The platform aggregates capital from hundreds of lenders, who deposit their crypto into a diverse pool to earn denominated interest in the pool.


liquidity

asset, which can be wrapped in ether (wETH) or USD stablecoin (USDC).

Borrowers go through a pool-specific underwriting process before receiving their loans, which are denominated in USDC stablecoin. “Pool Delegates,” who appoint experts licensed to manage loan pools on the Maple platform, are responsible for underwriting, due diligence, and credit analysis.

“I think platforms are very hard to get right, but if we get them right, they scale much faster,” Powell said.

He adds that Maple’s mostly institutional client base also helps scale the platform given the volume associated with larger transactions and the time it takes to assess borrowers. For example, Maple launched a loan pool with BlockTower and Genesis to provide over $100 million in loans to quantitative trading boutique Alameda Research.

While the platform has been criticized for going against the crypto ethics of decentralization given that it complies with know-your-customer and anti-money laundering standards, Powell said that the delegates of the pool manage their loan activities autonomously on the platform.

“The end goal is for Maple to be large enough that no individual default is systemically risky,” he said. “If you look at an individual pool and it’s the delegate giving the approval, it looks centralized. If you look at it as a whole, you could have 30 different loan pools that no delegate has any impact on on the overall system, which is important for resilience.”

Going live on solana in preparation for the multi-channel world

Last week, Maple Finance launched as the first sub-collateralized lending protocol on the solana blockchain. The launch allows institutions to allocate capital to a pool of loans, which will be syndicated and issued as loans to borrowers in the solana ecosystem.

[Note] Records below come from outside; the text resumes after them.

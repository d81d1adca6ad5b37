/*
 * Runs an image for an ATmega328P and counts cycles. Writes to GPIOR0: 1 begins to count, 2 ends, 3 ends the program, 4
 * prints the median and the worst of the counts so far and forgets them, 5 gives the last count to the program in GPIOR1
 * and GPIOR2. Bytes written to GPIOR1 are printed.
 */
#include <simavr/sim_avr.h>
#include <simavr/sim_elf.h>
#include <simavr/sim_io.h>
#include <stdarg.h>
#include <stdio.h>
#include <stdlib.h>

enum { GPIOR0 = 0x3E, GPIOR1 = 0x4A, GPIOR2 = 0x4B, MOST = 4096 };

static avr_cycle_count_t begun;
static unsigned counts[MOST], count;
static int ended;

static int ascending(const void *a, const void *b)
{
    unsigned x = *(const unsigned *)a, y = *(const unsigned *)b;
    return (x > y) - (x < y);
}

static void order(struct avr_t *avr, avr_io_addr_t address, uint8_t value, void *parameter)
{
    (void)address, (void)parameter;
    switch (value) {
    case 1:
        begun = avr->cycle;
        break;
    case 2:
        if (count < MOST) {
            counts[count++] = (unsigned)(avr->cycle - begun);
        }
        break;
    case 4:
        qsort(counts, count, sizeof counts[0], ascending);
        printf(" %6u %6u", counts[count / 2], counts[count - 1]);
        count = 0;
        break;
    case 5:
        count--;
        avr->data[GPIOR1] = (uint8_t)counts[count];
        avr->data[GPIOR2] = (uint8_t)(counts[count] >> 8);
        break;
    default:
        ended = value;
    }
}

static void print(struct avr_t *avr, avr_io_addr_t address, uint8_t value, void *parameter)
{
    (void)avr, (void)address, (void)parameter;
    putchar(value);
}

/* The simulator tells much of itself. */
static void tell(avr_t *avr, const int level, const char *format, va_list values)
{
    (void)avr;
    if (level <= LOG_ERROR) {
        vfprintf(stderr, format, values);
    }
}

int main(int argument_count, char **arguments)
{
    elf_firmware_t image = {0};
    avr_t *avr = avr_make_mcu_by_name("atmega328p");

    avr_global_logger_set(tell);
    if (argument_count != 2 || elf_read_firmware(arguments[1], &image) != 0 || avr == NULL) {
        fprintf(stderr, "usage: simulator IMAGE\n");
        return 2;
    }
    avr_init(avr);
    image.frequency = 16000000;
    avr_load_firmware(avr, &image);
    avr_register_io_write(avr, GPIOR0, order, NULL);
    avr_register_io_write(avr, GPIOR1, print, NULL);
    while (!ended) {
        int state = avr_run(avr);

        if (state == cpu_Done || state == cpu_Crashed) {
            fprintf(stderr, "simulator: the part stopped in state %d\n", state);
            return 1;
        }
    }
    return ended == 3 ? 0 : 1;
}
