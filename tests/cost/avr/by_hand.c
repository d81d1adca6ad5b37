/* Counts a readout written by hand in float, over the usual telescopes of CASES. NAME is its stem. */
#include <avr/pgmspace.h>
#define static static PROGMEM
#include CASES
#undef static
#include "measure.h"

#define JOIN(a, b) a##b
#define TYPED(name, type) JOIN(name, type)
extern void TYPED(NAME, _float)(void);
enum { N = sizeof usual / sizeof usual[0] };

static struct call prepared(uint8_t k)
{
    struct call call = call_of(TYPED(NAME, _float));
    uint8_t i;

    for (i = 0; i < ARGUMENTS; i++) {
        uint32_t word = pgm_read_dword(&usual[k][i]), bits;
        float step, value = pgm_read_byte(is_signed + i) ? (float)(int32_t)word : (float)word;
        memcpy_P(&step, steps + i, sizeof step);
        value /= step;
        memcpy(&bits, &value, sizeof bits);
        put_argument(&call, bits, 4);
    }
    return call;
}

int main(void)
{
    uint16_t stack = 0;
    uint8_t k;

    verify();
    for (k = 0; k < N; k++) {
        struct call call = prepared(k);
        measure(&call);
    }
    GPIOR0 = 4;
    for (k = 0; k < N; k += 4) {
        struct call call = prepared(k);
        uint16_t used = stack_of(&call);
        stack = used > stack ? used : stack;
    }
    print(' ');
    print_number(stack);
    print('\n');
    end(RIGHT);
    return 0;
}
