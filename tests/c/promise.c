/* What is promised, as each compiler sees it: sizes, offsets, numbers, prototypes; and that every function is in the
   library. Made by tests/interface/promise.rs: do not edit. */
#include "fieldstop.h"

#define HOLDS(name, condition) typedef char name[(condition) ? 1 : -1]
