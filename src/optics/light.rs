//! Light: what the mirrors, the glass and the hole in the middle leave of it, and the magnitudes that follow.

use super::{allowed, present};
#[cfg(feature = "float")]
use crate::math::double::Double;
#[cfg(feature = "float")]
use crate::math::float::{Real, either_sign, from_zero_to, not_negative, positive};
use crate::math::multiply::{wide, wide_by};
use crate::math::{divide, logarithm, root};
use crate::status::Error;
use crate::units::{Micrometres, Millimagnitudes, MillimagnitudesPerAirmass, Q16};

/// 1 in Q16.16; no share is above it.
const WHOLE: u32 = Q16::ONE.0;

/// -log2 of share^count in the steps of `logarithm`; 0 to the power 0 is 1.
#[inline(always)]
fn loss(share: u32, count: u8) -> u64 {
    match (count, share) {
        (0, _) => 0,
        (_, 0) => u64::MAX >> 1,
        _ => wide(16 * logarithm::ONE - logarithm::log2(share), count as u32),
    }
}

/// The share of the light that mirrors and glass surfaces let through.
///
/// R^m T^s. Source: Smith, *Modern Optical Engineering*, transmission of an optical system.
///
/// | argument | fixed | float | range |
/// |---|---|---|---|
/// | mirrors m | count | count | |
/// | reflectance of each, R | Q16.16 | plain | at most 1 |
/// | surfaces between glass and air s | count | count | |
/// | transmittance of each, T | Q16.16 | plain | at most 1 |
///
/// Result: Q16.16; float a plain number; at most 1. 0 to the power 0 is 1.
/// Error: at most 1 LSB; float 3 ulp.
pub fn throughput_fx(mirrors: u8, reflectance: Q16, surfaces: u8, transmittance: Q16) -> Result<Q16, Error> {
    allowed(reflectance.0 <= WHOLE, 2)?;
    allowed(transmittance.0 <= WHOLE, 4)?;
    let loss = loss(reflectance.0, mirrors) + loss(transmittance.0, surfaces);
    if loss >> 32 != 0 {
        return Ok(Q16(0)); // under 2^-32
    }
    Ok(Q16((logarithm::exp2_negative(loss as u32) + (1 << 14)) >> 15))
}
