#if !defined(FIELDSTOP_NO_FLOAT) && !defined(__AVR__)
fieldstop_status plain_surface_brightness_f64(double exit_pupil_mm, double eye_pupil_mm, double throughput, double *out)
{
    double given;
    const fieldstop_status number = ::fieldstop_surface_brightness_f64(exit_pupil_mm, eye_pupil_mm, throughput, &given);
    if (number == 0) {
        *out = given;
    }
    return number;
}
fieldstop_status typed_surface_brightness_f64(double exit_pupil_mm, double eye_pupil_mm, double throughput, double *out)
{
    const auto given = fieldstop::surface_brightness_f64(fieldstop::millimetres_f64(exit_pupil_mm), fieldstop::millimetres_f64(eye_pupil_mm), throughput);
    if (given) {
        *out = given.value();
    }
    return given.status().number();
}
#endif

fieldstop_status plain_magnitude_difference_fx(uint32_t flux_a, uint32_t flux_b, int32_t *out)
{
    int32_t given;
    const fieldstop_status number = ::fieldstop_magnitude_difference_fx(flux_a, flux_b, &given);
    if (number == 0) {
        *out = given;
    }
    return number;
}
fieldstop_status typed_magnitude_difference_fx(uint32_t flux_a, uint32_t flux_b, int32_t *out)
{
    const auto given = fieldstop::magnitude_difference_fx(flux_a, flux_b);
    if (given) {
        *out = given.value().count();
    }
    return given.status().number();
}
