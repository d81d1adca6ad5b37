/* Counts one fixed function. CASES names the file of arguments and results that tests/functions/cost_cases.rs wrote. */
#include <avr/pgmspace.h>
#define static static PROGMEM
#include CASES
#undef static
#include "measure.h"

extern void FUNCTION(void);

static uint32_t result;

static struct call prepared(const uint32_t *words)
{
    struct call call = call_of(FUNCTION);
    uint8_t i;

    for (i = 0; i < ARGUMENTS; i++) {
        put_argument(&call, pgm_read_dword(words + i), pgm_read_byte(bytes + i));
    }
    put_argument(&call, (uint16_t)&result, 2);
    result = 0;
    return call;
}

static uint16_t stack;

static void count(const uint32_t (*cases)[WORDS], uint16_t n)
{
    uint16_t k;

    for (k = 0; k < n; k++) {
        struct call call = prepared(cases[k]);
        measure(&call);
        if (call.status != 0 || result != pgm_read_dword(&cases[k][ARGUMENTS])) {
            print_stored(PSTR("another result in case "));
            print_number(k);
            end(WRONG);
        }
    }
    GPIOR0 = 4;
    for (k = 0; k < n; k += 4) {
        struct call call = prepared(cases[k]);
        uint16_t used = stack_of(&call);
        stack = used > stack ? used : stack;
    }
}

int main(void)
{
    verify();
    count(usual, sizeof usual / sizeof usual[0]);
    count(whole, sizeof whole / sizeof whole[0]);
    print(' ');
    print_number(stack);
    print('\n');
    end(RIGHT);
    return 0;
}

Powell said he wanted to expand to solana because “the future is multi-chain” and transaction fees have sometimes become prohibitive on the Ethereum blockchain. Of course, solana has suffered a wave of outages since launch, and the trader has complained about transactions being dropped due to network congestion.

“We looked at this ecosystem that was thriving and growing and had very energetic founders, and we were drawn to that,” he said. “We also see that there was actually an opportunity for us to step in because I think every ecosystem needs under-collateralized borrowing to be able to have corporate participation.”

So far, X-Margin is the first “pool delegate” to join the platform, managing an initial loan pool of $45 million, which includes $20 million from CoinShares and $10 million from the vendor. of Circle stablecoins as well as funds from DAOs and Solana investors. . The pool, denominated in solana USDC, is open to deposits of $5 million from users and has an annual percentage yield on loans of 6.3% (as of May 3), according to the company.

“We want to go where we think borrowers, lenders and our customers want to access us and where we can actually add value,” he said. “We don’t want to be pegged to a certain tech stack. We want to be fluid and able to scale as a startup because the space is changing so quickly.”